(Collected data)
__________________________________________________

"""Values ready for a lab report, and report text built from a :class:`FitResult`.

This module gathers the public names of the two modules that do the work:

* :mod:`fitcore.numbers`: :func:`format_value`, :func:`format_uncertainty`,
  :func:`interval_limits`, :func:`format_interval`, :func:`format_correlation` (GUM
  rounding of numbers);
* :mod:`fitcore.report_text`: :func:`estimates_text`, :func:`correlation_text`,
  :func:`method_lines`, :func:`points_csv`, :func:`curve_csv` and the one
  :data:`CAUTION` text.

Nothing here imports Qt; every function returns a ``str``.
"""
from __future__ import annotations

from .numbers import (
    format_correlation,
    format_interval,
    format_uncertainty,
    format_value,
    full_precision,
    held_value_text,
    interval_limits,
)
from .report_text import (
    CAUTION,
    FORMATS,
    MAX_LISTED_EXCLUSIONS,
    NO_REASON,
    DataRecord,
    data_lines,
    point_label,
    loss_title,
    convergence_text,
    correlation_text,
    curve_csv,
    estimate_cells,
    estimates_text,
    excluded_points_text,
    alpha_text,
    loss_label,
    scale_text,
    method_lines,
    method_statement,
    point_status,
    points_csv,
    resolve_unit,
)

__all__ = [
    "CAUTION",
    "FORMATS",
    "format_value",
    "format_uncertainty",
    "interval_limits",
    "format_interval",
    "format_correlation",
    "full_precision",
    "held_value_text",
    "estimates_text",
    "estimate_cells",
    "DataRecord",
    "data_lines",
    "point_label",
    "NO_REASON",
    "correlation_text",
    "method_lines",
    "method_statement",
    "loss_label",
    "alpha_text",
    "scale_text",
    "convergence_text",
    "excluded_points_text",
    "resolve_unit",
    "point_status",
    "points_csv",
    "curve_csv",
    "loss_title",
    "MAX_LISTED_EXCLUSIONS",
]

__________________________________________________

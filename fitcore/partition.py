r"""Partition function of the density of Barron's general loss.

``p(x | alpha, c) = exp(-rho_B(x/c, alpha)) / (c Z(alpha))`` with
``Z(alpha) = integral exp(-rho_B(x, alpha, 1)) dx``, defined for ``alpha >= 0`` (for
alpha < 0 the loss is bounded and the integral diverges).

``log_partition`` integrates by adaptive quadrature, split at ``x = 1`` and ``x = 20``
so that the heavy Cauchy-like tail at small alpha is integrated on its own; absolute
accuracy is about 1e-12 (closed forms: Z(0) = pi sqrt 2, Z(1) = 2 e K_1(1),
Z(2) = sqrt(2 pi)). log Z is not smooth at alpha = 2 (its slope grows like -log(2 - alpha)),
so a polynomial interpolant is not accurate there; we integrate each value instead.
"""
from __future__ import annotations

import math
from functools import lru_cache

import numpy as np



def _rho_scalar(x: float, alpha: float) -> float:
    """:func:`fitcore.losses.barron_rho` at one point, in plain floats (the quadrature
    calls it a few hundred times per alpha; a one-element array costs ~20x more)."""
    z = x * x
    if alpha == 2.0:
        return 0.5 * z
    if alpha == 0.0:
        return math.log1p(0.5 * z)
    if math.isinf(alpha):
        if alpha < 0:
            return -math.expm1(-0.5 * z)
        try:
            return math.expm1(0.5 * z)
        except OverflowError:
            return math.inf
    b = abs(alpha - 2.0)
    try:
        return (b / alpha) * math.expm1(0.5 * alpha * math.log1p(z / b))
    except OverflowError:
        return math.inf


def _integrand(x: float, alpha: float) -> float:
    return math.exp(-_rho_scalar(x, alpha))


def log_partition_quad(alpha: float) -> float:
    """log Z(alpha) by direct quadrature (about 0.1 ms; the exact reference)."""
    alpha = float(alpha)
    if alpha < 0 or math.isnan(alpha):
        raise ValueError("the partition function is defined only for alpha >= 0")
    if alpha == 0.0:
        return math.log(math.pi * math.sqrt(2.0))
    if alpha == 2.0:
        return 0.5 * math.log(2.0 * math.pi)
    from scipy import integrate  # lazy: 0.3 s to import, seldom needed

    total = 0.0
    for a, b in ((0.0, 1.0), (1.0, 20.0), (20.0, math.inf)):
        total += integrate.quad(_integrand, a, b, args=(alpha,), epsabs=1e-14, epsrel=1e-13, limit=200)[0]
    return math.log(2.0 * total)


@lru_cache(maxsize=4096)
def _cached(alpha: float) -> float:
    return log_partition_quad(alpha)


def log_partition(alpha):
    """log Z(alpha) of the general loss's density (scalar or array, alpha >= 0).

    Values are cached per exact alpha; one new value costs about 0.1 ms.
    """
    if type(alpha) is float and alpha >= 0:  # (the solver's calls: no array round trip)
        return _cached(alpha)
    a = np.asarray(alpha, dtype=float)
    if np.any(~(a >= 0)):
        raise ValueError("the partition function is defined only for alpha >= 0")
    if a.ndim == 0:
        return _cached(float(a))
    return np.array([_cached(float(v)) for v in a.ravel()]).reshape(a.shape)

__________________________________________________

Only the lines with the string "integral" are wanted; pick them out of the records above and copy them.

``Z(alpha) = integral exp(-rho_B(x, alpha, 1)) dx``, defined for ``alpha >= 0`` (for
alpha < 0 the loss is bounded and the integral diverges).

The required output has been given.